Shares of Catalent (CTLT:US) are trading more than 25% lower on Friday after the drug manufacturing company warned that investors should expect lower FQ3 revenue figures.

Due to “productivity issues and higher-than-expected costs” at the three facilities, of which two are Catalent’s largest, the company disclosed material impact to its FQ3 and full-year numbers.

Moreover, the CTLT stock was further hit by the news that CFO Thomas Castellano left the company, effective immediately. He will be replaced by Ricky Hopson, who had been serving as the Company’s President, Division Head for Clinical Development & Supply.

“Ricky is an experienced financial executive who deeply understands Catalent and can successfully lead our financial function through this interim period until we identify a new, permanent CFO,” said Alessandro Maselli, President and Chief Executive Officer.

The ramp at Catalent’s BWI facility was “slower than expected” due to “certain operational challenges.” As a result, revenues from this plant are expected to be “significantly reduced” for FQ3 and FQ4, Catalent said.

“The Company expects to recover related revenue in the second half of calendar year 2023 (the first half of the Company’s 2024 fiscal year),” the company added in a press release. 

As a result, Catalent implemented a number of “management and operational changes” to tackle issues at three production facilities. 

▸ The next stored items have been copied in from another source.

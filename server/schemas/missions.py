"""Request/response models for airframes and missions."""

from __future__ import annotations

from datetime import datetime
from typing import TYPE_CHECKING, Literal, TypeAlias

from pydantic import BaseModel, ConfigDict, Field, model_validator

from server.schemas._fields import partial_model, ranged, text

MissionKind = Literal["hover", "cruise", "forward_flight"]
SegmentKind = Literal["hover", "climb", "descent", "forward", "cruise"]
MAX_SEGMENTS = 40


class SegmentIn(BaseModel):
    """One segment of a flight profile, flown in the order given.

    How long it lasts: ``duration_s``, or ``distance_m`` (forward, cruise: at the segment's or the mission's
    airspeed), or ``height_m`` (climb, descent: at the climb rate). Exactly one of them.
    """

    model_config = ConfigDict(extra="forbid")

    kind: SegmentKind
    label: text(60) = ""  # type: ignore[valid-type]
    duration_s: ranged(float, 1, 86_400, "s", description="How long the segment lasts") | None = None  # type: ignore[valid-type]
    distance_m: ranged(float, 1, 1_000_000, "m", description="Ground distance (forward, cruise)") | None = None  # type: ignore[valid-type]
    height_m: ranged(float, 0.5, 10_000, "m", description="Height gained or lost (climb, descent)") | None = None  # type: ignore[valid-type]
    airspeed_m_s: ranged(float, 0.5, 60, "m/s", description="Airspeed (forward)") | None = None  # type: ignore[valid-type]
    climb_rate_m_s: ranged(  # type: ignore[valid-type]
        float, -30, 30, "m/s", description="Vertical speed (climb, descent: > 0; cruise: + up, − down)") | None = None

    @model_validator(mode="after")
    def _consistent(self) -> SegmentIn:
        given = [n for n in ("duration_s", "distance_m", "height_m") if getattr(self, n) is not None]
        if len(given) != 1:
            raise ValueError("duration_s: give exactly one of duration_s, distance_m or height_m")
        if self.kind == "forward" and self.airspeed_m_s is None:
            raise ValueError("airspeed_m_s: a forward segment needs its airspeed")
        if self.kind in ("climb", "descent") and not (self.climb_rate_m_s or 0.0) > 0.0:
            raise ValueError(f"climb_rate_m_s: a {self.kind} segment needs a vertical speed above 0")
        if self.distance_m is not None and self.kind not in ("forward", "cruise"):
            raise ValueError("distance_m: only forward and cruise segments cover a distance")
        if self.height_m is not None and self.kind not in ("climb", "descent"):
            raise ValueError("height_m: only climb and descent segments have a height")
        return self


class AirframeCreate(BaseModel):
    model_config = ConfigDict(extra="forbid")

    name: text(120, min_length=1)  # type: ignore[valid-type]
    rotor_count: ranged(int, 1, 16, "rotors", description="Rotors (1 for a fixed-wing puller)")  # type: ignore[valid-type]
    frame_mass_g: ranged(float, 1, 500_000, "g", description="Frame mass without motors, ESCs, props and packs")  # type: ignore[valid-type]
    max_prop_diameter_in: ranged(float, 1, 80, "in", description="Largest propeller that fits") | None = None  # type: ignore[valid-type]
    max_packs_in_parallel: ranged(int, 1, 4, "packs", description="Identical packs flown in parallel") = 1  # type: ignore[valid-type]
    drag_area_m2: ranged(  # type: ignore[valid-type]
        float, 0, 5, "m²", description="Airframe drag area C_D·A for multirotor forward flight and climb "
                                       "(drag = ½ρV²·C_D·A); blank: not stated, no airframe drag counted") | None = None
    frontal_area_note: text(500) = ""  # type: ignore[valid-type]
    coaxial: bool = False
    notes: text(4000) = ""  # type: ignore[valid-type]

    @model_validator(mode="after")
    def _pairs(self) -> AirframeCreate:
        if self.coaxial and self.rotor_count % 2:
            raise ValueError("coaxial: a coaxial airframe counts both rotors of every pair (an even rotor_count)")
        return self


class AirframeRead(AirframeCreate):
    model_config = ConfigDict(from_attributes=True, extra="ignore")

    id: int
    version: int
    created_at: datetime
    updated_at: datetime


class MissionCreate(BaseModel):
    """A mission; every limit defaults to common practice (no published source) and can be edited."""

    model_config = ConfigDict(extra="forbid")

    name: text(120, min_length=1)  # type: ignore[valid-type]
    airframe_id: ranged(int, 1, 2**63 - 1, "", description="Id of one of your airframes")  # type: ignore[valid-type]
    kind: MissionKind
    payload_mass_g: ranged(float, 0, 500_000, "g", description="Payload carried") = 0.0  # type: ignore[valid-type]
    altitude_m: ranged(float, -500, 11_000, "m", description="Altitude (ISA troposphere)") = 0.0  # type: ignore[valid-type]
    temperature_offset_c: ranged(float, -60, 60, "°C", description="Offset from the ISA temperature") = 0.0  # type: ignore[valid-type]
    cruise_airspeed_m_s: ranged(  # type: ignore[valid-type]
        float, 0.5, 150, "m/s", description="Cruise airspeed (cruise and forward-flight missions)") | None = None
    lift_to_drag: ranged(float, 1, 60, "", description="Lift-to-drag ratio at cruise") | None = None  # type: ignore[valid-type]
    min_thrust_to_weight: ranged(float, 0, 20, "", description="Minimum thrust-to-weight at full throttle") = 2.0  # type: ignore[valid-type]
    duty_min: ranged(float, 0.05, 1, "", description="Lowest acceptable hover/cruise PWM duty") = 0.40  # type: ignore[valid-type]
    duty_max: ranged(float, 0.05, 1, "", description="Highest acceptable hover/cruise PWM duty") = 0.75  # type: ignore[valid-type]
    min_endurance_min: ranged(float, 0, 1440, "min", description="Minimum endurance") = 0.0  # type: ignore[valid-type]
    usable_fraction: ranged(float, 0.1, 1, "", description="Usable share of pack capacity (1 − reserve)") = 0.8  # type: ignore[valid-type]
    cutoff_v_per_cell: ranged(float, 2.5, 4.0, "V", description="Under-load cut-off per cell") = 3.3  # type: ignore[valid-type]
    esc_current_margin: ranged(float, 1, 5, "", description="ESC continuous rating ÷ full-throttle motor current") = 1.2  # type: ignore[valid-type]
    pack_current_fraction: ranged(float, 0.05, 1, "", description="Allowed share of the pack's continuous C rating") = (  # type: ignore[valid-type]
        0.8
    )
    cruise_state_of_charge: ranged(  # type: ignore[valid-type]
        float, 0.05, 1, "", description="State of charge at which the cruise point is scored"
    ) = 0.5
    max_all_up_mass_g: ranged(float, 1, 1_000_000, "g", description="Largest acceptable all-up mass") | None = None  # type: ignore[valid-type]
    min_thrust_to_weight_motor_out: ranged(  # type: ignore[valid-type]
        float, 0, 20, "", description="Minimum thrust-to-weight with the worst single motor out (hexa and larger: "
                                      "a quad cannot hold attitude with one out); blank: not checked") | None = None
    climb_rate_m_s: ranged(  # type: ignore[valid-type]
        float, -10, 20, "m/s", description="Climb rate at the cruise point of a multirotor mission "
                                           "(hover, forward flight); negative: descent") = 0.0
    temperature_effects: bool = Field(
        default=False, description="Heat and cold at the mission's air temperature: motor windings at their "
                                   "temperature (and checked against their maximum), the pack at the air temperature; "
                                   "no (false): every part at the temperature its values are stated at")
    burst_s: ranged(  # type: ignore[valid-type]
        float, 0, 3600, "s", description="Full-throttle burst from the hover/cruise winding temperature, checked "
                                         "against the motor's maximum (with temperature effects)") = 0.0
    cold_day_temperature_c: ranged(  # type: ignore[valid-type]
        float, -60, 50, "°C", description="Re-check thrust-to-weight and endurance at this colder air temperature "
                                          "(pack resistance and air density of that day); blank: no cold-day check"
    ) | None = None
    segments: list[SegmentIn] = Field(default_factory=list, max_length=MAX_SEGMENTS,
                                      description="Flight profile flown in order (empty: the single cruise point)")
    reserve_min: ranged(  # type: ignore[valid-type]
        float, 0, 120, "min", description="Hover (multirotor) or cruise (fixed-wing) left after the profile") = 0.0
    notes: text(4000) = ""  # type: ignore[valid-type]

    @model_validator(mode="after")
    def _consistent(self) -> MissionCreate:
        if self.kind == "forward_flight" and self.cruise_airspeed_m_s is None:
            raise ValueError("cruise_airspeed_m_s: a forward_flight mission needs its airspeed")
        if self.kind == "cruise" and self.climb_rate_m_s != 0:
            raise ValueError("climb_rate_m_s: applies to multirotor missions (hover, forward_flight) only")
        if self.duty_min > self.duty_max:
            raise ValueError("duty_min: must not be above the highest duty (duty_max)")
        if self.kind == "cruise" and self.cruise_airspeed_m_s is None:
            raise ValueError("cruise_airspeed_m_s: a cruise mission needs its cruise airspeed")
        if self.kind == "cruise" and self.lift_to_drag is None:
            raise ValueError("lift_to_drag: a cruise mission needs the lift-to-drag ratio at cruise")
        if self.burst_s > 0 and not self.temperature_effects:
            raise ValueError("burst_s: a full-throttle burst is checked by the winding temperature model: turn on "
                             "temperature_effects, or leave the burst at 0")
        allowed = ("cruise",) if self.kind == "cruise" else ("hover", "climb", "descent", "forward")
        for i, seg in enumerate(self.segments):
            if seg.kind not in allowed:
                raise ValueError(f"segments.{i}.kind: a {self.kind} mission flies {', '.join(allowed)} segments")
            if (seg.kind == "cruise" and seg.climb_rate_m_s is not None and self.cruise_airspeed_m_s is not None
                    and abs(seg.climb_rate_m_s) >= self.cruise_airspeed_m_s):
                raise ValueError(f"segments.{i}.climb_rate_m_s: must be below the cruise airspeed")
        if self.reserve_min > 0 and not self.segments:
            raise ValueError("reserve_min: a reserve belongs to a flight profile (add segments)")
        return self


class MissionRead(MissionCreate):
    model_config = ConfigDict(from_attributes=True, extra="ignore")

    id: int
    version: int
    created_at: datetime
    updated_at: datetime


if TYPE_CHECKING:  # built at run time, so mypy only knows they are models
    AirframeUpdate: TypeAlias = BaseModel
    MissionUpdate: TypeAlias = BaseModel
else:
    AirframeUpdate = partial_model(AirframeCreate, "AirframeUpdate")
    MissionUpdate = partial_model(MissionCreate, "MissionUpdate")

Catalent shares have enjoyed a strong start to the year. Congress members Ro Khanna, Susie Lee and Kurt Schrader were all trading the stock in the last 12 months. 

Earlier this week, Rep. Khanna disclosed that he sold some Catalent shares at the end of March 2023, therefore avoiding a more than 20% drop in the share price, which threatens to single-handedly erase almost all YTD gains.